[Problem statement]:
Among the entries below, which lines include the string "SourcingInput"? Show each one.

━━━

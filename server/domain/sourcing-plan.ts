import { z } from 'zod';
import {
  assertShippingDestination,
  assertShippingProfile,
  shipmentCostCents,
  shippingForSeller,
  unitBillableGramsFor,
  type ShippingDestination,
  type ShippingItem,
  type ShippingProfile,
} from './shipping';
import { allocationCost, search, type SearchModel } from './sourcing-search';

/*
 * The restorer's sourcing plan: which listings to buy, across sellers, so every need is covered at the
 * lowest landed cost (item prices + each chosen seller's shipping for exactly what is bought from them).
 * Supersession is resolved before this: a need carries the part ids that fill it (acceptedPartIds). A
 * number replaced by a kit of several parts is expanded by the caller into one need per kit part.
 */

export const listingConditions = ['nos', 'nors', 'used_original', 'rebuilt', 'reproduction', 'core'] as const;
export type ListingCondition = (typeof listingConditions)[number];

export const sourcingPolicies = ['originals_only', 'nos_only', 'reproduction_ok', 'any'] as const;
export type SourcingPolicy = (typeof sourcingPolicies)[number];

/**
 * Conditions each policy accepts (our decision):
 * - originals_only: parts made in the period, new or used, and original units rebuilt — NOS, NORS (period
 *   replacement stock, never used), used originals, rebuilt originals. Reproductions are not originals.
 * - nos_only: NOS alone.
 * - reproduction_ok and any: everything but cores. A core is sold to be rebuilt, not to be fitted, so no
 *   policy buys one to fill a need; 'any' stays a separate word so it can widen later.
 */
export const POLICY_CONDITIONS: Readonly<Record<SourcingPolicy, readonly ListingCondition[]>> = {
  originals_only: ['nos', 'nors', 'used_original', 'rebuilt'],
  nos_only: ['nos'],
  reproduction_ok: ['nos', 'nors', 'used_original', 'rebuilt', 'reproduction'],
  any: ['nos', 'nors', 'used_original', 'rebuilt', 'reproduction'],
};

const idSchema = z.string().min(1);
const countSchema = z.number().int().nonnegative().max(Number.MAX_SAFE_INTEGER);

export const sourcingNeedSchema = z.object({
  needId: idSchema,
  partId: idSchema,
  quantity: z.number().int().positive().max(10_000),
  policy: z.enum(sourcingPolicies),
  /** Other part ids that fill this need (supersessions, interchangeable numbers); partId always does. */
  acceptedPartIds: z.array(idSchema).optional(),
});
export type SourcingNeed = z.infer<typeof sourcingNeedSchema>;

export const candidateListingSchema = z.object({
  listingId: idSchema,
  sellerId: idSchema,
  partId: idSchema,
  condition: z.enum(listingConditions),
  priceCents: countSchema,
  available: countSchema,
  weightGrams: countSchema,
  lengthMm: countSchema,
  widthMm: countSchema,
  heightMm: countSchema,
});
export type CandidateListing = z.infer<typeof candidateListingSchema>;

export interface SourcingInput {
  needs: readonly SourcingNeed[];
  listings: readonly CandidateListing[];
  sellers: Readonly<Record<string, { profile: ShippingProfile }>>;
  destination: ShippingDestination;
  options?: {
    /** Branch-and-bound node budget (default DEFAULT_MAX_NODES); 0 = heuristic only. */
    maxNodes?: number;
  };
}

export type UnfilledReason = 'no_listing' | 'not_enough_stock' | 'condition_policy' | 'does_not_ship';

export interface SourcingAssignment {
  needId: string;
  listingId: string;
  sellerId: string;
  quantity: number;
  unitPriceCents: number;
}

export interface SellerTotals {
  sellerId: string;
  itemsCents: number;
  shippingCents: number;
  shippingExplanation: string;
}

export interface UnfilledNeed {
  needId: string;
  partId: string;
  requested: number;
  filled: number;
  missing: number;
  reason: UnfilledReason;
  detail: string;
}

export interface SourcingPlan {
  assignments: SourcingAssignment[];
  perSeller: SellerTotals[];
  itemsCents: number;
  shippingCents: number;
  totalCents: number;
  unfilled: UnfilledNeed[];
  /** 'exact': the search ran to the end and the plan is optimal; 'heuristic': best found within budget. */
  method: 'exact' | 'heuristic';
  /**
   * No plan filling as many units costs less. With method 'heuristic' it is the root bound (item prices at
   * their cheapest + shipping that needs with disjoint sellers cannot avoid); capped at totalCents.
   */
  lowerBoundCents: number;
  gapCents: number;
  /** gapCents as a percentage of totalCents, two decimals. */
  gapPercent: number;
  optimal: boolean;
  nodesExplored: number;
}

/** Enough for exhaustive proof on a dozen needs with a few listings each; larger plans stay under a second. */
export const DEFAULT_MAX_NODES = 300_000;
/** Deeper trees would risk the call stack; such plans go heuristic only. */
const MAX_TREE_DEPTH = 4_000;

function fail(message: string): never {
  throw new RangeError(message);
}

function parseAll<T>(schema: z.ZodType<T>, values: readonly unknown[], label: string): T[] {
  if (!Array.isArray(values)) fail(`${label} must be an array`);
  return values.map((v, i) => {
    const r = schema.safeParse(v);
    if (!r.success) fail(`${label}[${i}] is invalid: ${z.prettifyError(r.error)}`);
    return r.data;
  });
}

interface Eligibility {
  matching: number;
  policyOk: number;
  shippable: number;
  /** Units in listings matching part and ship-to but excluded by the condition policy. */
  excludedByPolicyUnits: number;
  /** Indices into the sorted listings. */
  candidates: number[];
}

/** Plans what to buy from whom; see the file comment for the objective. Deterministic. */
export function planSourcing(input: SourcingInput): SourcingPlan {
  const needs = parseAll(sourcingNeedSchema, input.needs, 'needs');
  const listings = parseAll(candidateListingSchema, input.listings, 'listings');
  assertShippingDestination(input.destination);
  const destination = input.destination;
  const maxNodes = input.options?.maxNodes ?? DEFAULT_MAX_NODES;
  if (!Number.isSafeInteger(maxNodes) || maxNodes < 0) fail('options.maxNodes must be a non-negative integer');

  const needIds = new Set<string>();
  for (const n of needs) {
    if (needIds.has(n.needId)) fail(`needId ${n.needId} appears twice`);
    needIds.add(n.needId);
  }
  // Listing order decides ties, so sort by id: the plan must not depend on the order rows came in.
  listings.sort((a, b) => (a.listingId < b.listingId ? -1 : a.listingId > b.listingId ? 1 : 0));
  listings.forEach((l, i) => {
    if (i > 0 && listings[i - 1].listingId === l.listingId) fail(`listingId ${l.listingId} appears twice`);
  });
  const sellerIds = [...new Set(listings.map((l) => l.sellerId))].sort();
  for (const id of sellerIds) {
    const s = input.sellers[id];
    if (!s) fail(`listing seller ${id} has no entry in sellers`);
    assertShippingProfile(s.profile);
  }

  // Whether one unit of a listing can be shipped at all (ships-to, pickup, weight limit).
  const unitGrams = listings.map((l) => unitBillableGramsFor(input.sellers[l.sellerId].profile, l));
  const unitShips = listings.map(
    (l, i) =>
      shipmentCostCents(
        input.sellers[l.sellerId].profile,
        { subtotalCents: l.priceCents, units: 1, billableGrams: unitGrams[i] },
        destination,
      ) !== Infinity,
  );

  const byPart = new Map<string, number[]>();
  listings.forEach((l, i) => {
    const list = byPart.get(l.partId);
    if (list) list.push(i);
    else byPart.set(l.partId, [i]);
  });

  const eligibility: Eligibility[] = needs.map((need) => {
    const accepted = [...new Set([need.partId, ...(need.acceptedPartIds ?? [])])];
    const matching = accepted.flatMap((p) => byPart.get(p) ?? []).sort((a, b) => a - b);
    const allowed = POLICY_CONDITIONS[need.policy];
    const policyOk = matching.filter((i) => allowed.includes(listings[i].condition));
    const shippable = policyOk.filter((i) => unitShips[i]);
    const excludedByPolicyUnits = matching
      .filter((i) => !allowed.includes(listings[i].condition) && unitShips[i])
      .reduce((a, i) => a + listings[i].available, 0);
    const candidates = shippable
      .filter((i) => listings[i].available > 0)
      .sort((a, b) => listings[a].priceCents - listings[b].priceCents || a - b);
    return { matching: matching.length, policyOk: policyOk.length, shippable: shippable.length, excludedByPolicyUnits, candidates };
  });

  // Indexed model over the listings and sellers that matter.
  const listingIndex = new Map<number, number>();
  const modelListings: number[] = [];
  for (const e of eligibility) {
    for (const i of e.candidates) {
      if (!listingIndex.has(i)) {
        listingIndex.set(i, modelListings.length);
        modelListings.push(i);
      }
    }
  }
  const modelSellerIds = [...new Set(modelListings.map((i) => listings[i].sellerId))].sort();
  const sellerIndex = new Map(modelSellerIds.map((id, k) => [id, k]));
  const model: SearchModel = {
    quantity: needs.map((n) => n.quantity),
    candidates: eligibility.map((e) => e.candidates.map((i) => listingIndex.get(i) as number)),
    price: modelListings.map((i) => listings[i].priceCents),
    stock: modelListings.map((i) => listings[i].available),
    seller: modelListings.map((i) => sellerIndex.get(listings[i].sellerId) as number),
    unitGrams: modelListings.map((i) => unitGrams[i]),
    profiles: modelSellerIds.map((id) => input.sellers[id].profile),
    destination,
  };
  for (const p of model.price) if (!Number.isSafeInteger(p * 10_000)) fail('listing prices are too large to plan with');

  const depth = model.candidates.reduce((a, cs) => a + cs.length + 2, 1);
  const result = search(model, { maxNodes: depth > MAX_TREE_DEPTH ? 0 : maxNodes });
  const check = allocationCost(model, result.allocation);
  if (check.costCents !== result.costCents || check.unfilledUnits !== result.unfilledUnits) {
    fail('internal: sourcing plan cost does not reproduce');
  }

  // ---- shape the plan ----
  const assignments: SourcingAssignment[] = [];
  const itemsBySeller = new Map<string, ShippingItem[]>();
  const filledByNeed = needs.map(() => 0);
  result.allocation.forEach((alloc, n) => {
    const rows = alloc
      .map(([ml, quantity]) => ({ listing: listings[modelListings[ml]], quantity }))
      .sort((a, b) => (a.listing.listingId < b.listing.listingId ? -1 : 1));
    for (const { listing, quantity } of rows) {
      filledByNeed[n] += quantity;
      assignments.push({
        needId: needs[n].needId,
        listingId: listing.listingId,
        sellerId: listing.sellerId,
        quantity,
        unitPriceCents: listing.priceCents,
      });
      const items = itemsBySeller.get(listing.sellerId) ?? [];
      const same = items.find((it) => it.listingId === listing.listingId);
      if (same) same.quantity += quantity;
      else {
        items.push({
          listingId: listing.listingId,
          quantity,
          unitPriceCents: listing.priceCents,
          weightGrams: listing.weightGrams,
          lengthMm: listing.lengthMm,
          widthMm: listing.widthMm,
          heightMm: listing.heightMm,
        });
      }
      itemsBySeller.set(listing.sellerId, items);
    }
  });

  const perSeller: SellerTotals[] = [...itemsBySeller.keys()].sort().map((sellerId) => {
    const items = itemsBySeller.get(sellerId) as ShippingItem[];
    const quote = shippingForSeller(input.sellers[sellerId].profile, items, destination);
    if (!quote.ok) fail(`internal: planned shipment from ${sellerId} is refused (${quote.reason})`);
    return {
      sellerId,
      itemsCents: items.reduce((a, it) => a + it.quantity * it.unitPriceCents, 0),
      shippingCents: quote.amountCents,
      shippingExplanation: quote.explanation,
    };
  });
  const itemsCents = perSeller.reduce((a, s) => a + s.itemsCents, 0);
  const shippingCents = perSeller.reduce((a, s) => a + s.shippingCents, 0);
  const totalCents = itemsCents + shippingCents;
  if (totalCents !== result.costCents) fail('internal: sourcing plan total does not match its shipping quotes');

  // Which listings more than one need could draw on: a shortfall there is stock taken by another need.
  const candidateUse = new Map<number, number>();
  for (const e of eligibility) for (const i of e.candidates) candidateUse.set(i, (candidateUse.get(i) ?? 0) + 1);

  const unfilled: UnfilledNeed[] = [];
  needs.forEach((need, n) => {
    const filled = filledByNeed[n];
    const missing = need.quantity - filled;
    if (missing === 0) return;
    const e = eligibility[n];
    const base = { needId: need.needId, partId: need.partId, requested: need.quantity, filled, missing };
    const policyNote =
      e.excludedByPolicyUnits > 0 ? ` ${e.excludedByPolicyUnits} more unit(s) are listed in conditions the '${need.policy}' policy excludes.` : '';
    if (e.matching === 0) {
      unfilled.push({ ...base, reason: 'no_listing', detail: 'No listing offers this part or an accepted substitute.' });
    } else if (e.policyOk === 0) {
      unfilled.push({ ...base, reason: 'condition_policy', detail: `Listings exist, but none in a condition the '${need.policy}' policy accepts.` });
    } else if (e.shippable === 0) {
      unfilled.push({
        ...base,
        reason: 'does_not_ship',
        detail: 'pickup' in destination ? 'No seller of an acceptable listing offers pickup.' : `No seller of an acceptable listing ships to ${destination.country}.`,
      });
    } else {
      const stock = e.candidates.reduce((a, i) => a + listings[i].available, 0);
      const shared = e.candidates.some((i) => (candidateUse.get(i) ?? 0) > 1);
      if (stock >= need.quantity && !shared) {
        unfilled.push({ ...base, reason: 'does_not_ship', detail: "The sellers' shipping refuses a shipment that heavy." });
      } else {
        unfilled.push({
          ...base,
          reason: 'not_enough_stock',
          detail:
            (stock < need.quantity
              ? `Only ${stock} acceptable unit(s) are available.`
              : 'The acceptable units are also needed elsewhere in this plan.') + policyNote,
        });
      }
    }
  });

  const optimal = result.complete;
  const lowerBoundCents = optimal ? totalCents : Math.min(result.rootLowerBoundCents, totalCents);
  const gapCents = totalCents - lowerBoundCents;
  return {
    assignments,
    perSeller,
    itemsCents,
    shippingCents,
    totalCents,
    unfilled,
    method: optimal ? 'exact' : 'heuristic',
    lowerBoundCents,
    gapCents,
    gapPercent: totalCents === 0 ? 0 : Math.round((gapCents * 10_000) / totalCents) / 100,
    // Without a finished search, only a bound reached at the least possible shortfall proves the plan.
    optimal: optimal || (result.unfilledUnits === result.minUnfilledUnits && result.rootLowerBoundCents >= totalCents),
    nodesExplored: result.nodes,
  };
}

━━━

[Exercise result]:
export interface SourcingInput {
export function planSourcing(input: SourcingInput): SourcingPlan {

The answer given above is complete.